Ok so first the Leaf starts out at $29,999ish so even with dealer fees, no tax break/credit, and addition state tax and registration your number is way off by at least $6000. Even loaded with the Tech package it's $38K (I rounded up) and add $1000 for addition imaginary fees. Are you saying that your state gives no EV incentives AND charges $3,000+ in taxes on a $38K vehicle?

And spare me the EPA sucks big govt crap... If it weren't for people like you our tax dollars would not be wasted sending bottled water to Flint via FEMA.

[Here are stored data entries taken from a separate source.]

"""``ringsearch inject --injections FILE``: every row of a list into strain files."""

from __future__ import annotations

import json

import numpy as np
import pandas as pd
import pytest

from ringsearch.cli import main
from ringsearch.data.inject import inject, signal_snr
from ringsearch.data.injections import check_injection_table, make_sources, source_from_row
from ringsearch.data.io import analysable_segments, read_strain, write_gwosc_hdf5
from ringsearch.data.noise import gaussian_noise, resolve_psd

GPS0 = 1_300_000_000.0
FS = 2048.0

#: Three ringdowns of our own scenario: two set by target SNR, one by distance.
LIST = pd.DataFrame({
    "injection_id": [10, 11, 12],
    "gps": [GPS0 + 5.0, GPS0 + 14.2503, GPS0 + 25.5],
    "mass": [70.0, 60.0, 85.0],
    "spin": [0.7, 0.6, 0.8],
    "injected_overtones": [1, 0, 2],
    "ratio_1": [0.8, None, 1.2],
    "ratio_2": [None, None, 0.6],
    "phase_1": [0.3, None, -0.5],
    "phase_0": [0.0, 1.0, 2.0],
    "ra": [1.0, 2.0, 3.0],
    "dec": [0.3, -0.4, 0.9],
    "inclination": [0.5, 1.0, 2.5],
    "polarization": [0.2, 1.0, 2.0],
    "target_snr": [15.0, None, 25.0],
    "distance_mpc": [None, 300.0, None],
    "epsilon": [None, 0.02, None],
})


@pytest.fixture
def sim_files(tmp_path):
    paths = []
    for k, det in enumerate(("H1", "L1")):
        ts = gaussian_noise("design", 32.0, FS, 70 + k, gps_start=GPS0, detector=det)
        paths.append(write_gwosc_hdf5(ts, tmp_path / f"{det[0]}-{det}_SIM-{int(GPS0)}-32.hdf5"))
    return paths


def _run(files, out, list_path, *extra):
    return main(["inject", *map(str, files), "--out", str(out), "--injections", str(list_path),
                 *extra])


def test_list_injection_adds_every_row_with_its_snr(sim_files, tmp_path, capsys):
    list_path = tmp_path / "list.csv"
    LIST.to_csv(list_path, index=False)
    out = tmp_path / "inj"
    assert _run(sim_files, out, list_path, "--psd", "design") == 0
    assert "3 injections" in capsys.readouterr().out
    table = pd.read_parquet(out / "injections.parquet")
    assert table["injection_id"].tolist() == [10, 11, 12]
    rec = json.loads((out / "injection.json").read_text())
    assert rec["injections"] == 3 and sorted(rec["detectors"]) == ["H1", "L1"]
    # the same PSD the command used for --psd design (its 0.125 Hz grid)
    psds = {d: resolve_psd("design", np.arange(0.0, FS / 2 + 0.125, 0.125))
            for d in ("H1", "L1")}
    f_high = 0.8 * FS / 2
    sources, expected = make_sources(check_injection_table(LIST), psds, FS, 20.0, f_high)
    pd.testing.assert_frame_equal(table[expected.columns], expected)
    # distance row: the SNR of the signal as given; target rows: their target
    dist = source_from_row(check_injection_table(LIST).iloc[1])
    for d in ("H1", "L1"):
        assert table[f"snr_opt_{d}"][1] == pytest.approx(
            signal_snr(dist, d, psds[d], FS, 20.0, f_high), rel=1e-12)
    assert table["network_snr"][[0, 2]].tolist() == pytest.approx([15.0, 25.0], rel=1e-9)
    assert table["implied_distance_mpc"][[0, 2]].notna().all()
    for det, path in zip(("H1", "L1"), sim_files, strict=True):
        new_path = out / rec["detectors"][det]["file"]
        new, old = read_strain(new_path), read_strain(path)
        # injected minus original = the three sources' projected signals
        want = inject(old, sources, detector=det)
        np.testing.assert_array_equal(new.value - old.value, want.value - old.value)
        assert np.count_nonzero(new.value - old.value) > 0
        assert analysable_segments([new_path]) == analysable_segments([path])


def test_estimated_psd_leaves_out_every_signal(sim_files, tmp_path):
    list_path = tmp_path / "list.parquet"
    LIST.to_parquet(list_path)
    out = tmp_path / "est"
    assert _run(sim_files, out, list_path) == 0
    table = pd.read_parquet(out / "injections.parquet")
    assert table["network_snr"][[0, 2]].tolist() == pytest.approx([15.0, 25.0], rel=1e-9)
    assert json.loads((out / "injection.json").read_text())["psd"] == "estimate"


def _bad(frame: pd.DataFrame, **changes) -> pd.DataFrame:
    frame = frame.copy()
    for name, value in changes.items():
        frame[name] = value
    return frame


@pytest.mark.parametrize("frame, extra, words", [
    (_bad(LIST, colour=["red", "blue", "green"]), [], ["unknown column 'colour'", "list.csv"]),
    (_bad(LIST, spin=[0.7, 1.0, 0.8]), [], ["'spin'", "row 2", "list.csv"]),
    (_bad(LIST, distance_mpc=[100.0, 300.0, None], epsilon=[0.01, 0.02, None]), [],
     ["row 1", "both loudness kinds"]),
    (LIST.drop(columns="ratio_2"), [], ["'ratio_2'", "row 3"]),
    (_bad(LIST, gps=[GPS0 + 5.0, GPS0 + 14.25, GPS0 + 40.0]), [],
     ["injection 12", "outside the H1 data"]),
    (LIST, ["--mass", "60", "--snr", "10"], ["--mass and --snr", "--injections"]),
    (LIST, ["--plot"], ["--plot"]),
])
def test_bad_list_is_one_sentence_and_leaves_nothing(sim_files, tmp_path, capsys, frame, extra,
                                                    words):
    list_path = tmp_path / "list.csv"
    frame.to_csv(list_path, index=False)
    out = tmp_path / "x"
    assert _run(sim_files, out, list_path, "--psd", "design", *extra) == 2
    err = capsys.readouterr().err.strip()
    assert "Traceback" not in err and err.count("\n") == 0
    message = err.split("error: ", 1)[1]
    assert message.endswith(".") and ". " not in message
    for w in words:
        assert w in message, message
    assert not out.exists()
    assert sorted(p.name for p in tmp_path.iterdir()) == sorted(
        [*(p.name for p in sim_files), "list.csv"])


def test_single_signal_needs_its_options(sim_files, tmp_path, capsys):
    status = main(["inject", str(sim_files[0]), "--out", str(tmp_path / "y"), "--spin", "0.5",
                   "--snr", "10", "--psd", "design"])
    assert status == 2
    assert "--mass, --gps, --ra, --dec and --psi are required" in capsys.readouterr().err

Remember when the Prius came out in 06-ish and every one was amazed by 52 mpg? That same year the non-hybrid, naturally aspirated Yaris also 48-50 mpg and almost no one noticed.

The ability to better gas mileage is here companies choose to do it to save money or execs make back room deals with the fuel industry to suppress technology.

Turbos can be tuned for torque, horse power, or to save fuel. You can also tune a turbo to increase torque and HP to allow a V6 to perform like a V8 the by saving fuel via a smaller lighter engine. (see Ford and ECOboost)

Electric superchargers, hybrid tech, electric motor take off assist, etc, etc, etc could all increase current cars 10-20 mpg (depending on weight and vehicle type). If the government doesn't step in and say "less pollution" who is going to force it?

A recent poll of F-150 owners said gas mileage was the 27th most important feature on a new truck. With that attitude we would still have asbestos factories all over America...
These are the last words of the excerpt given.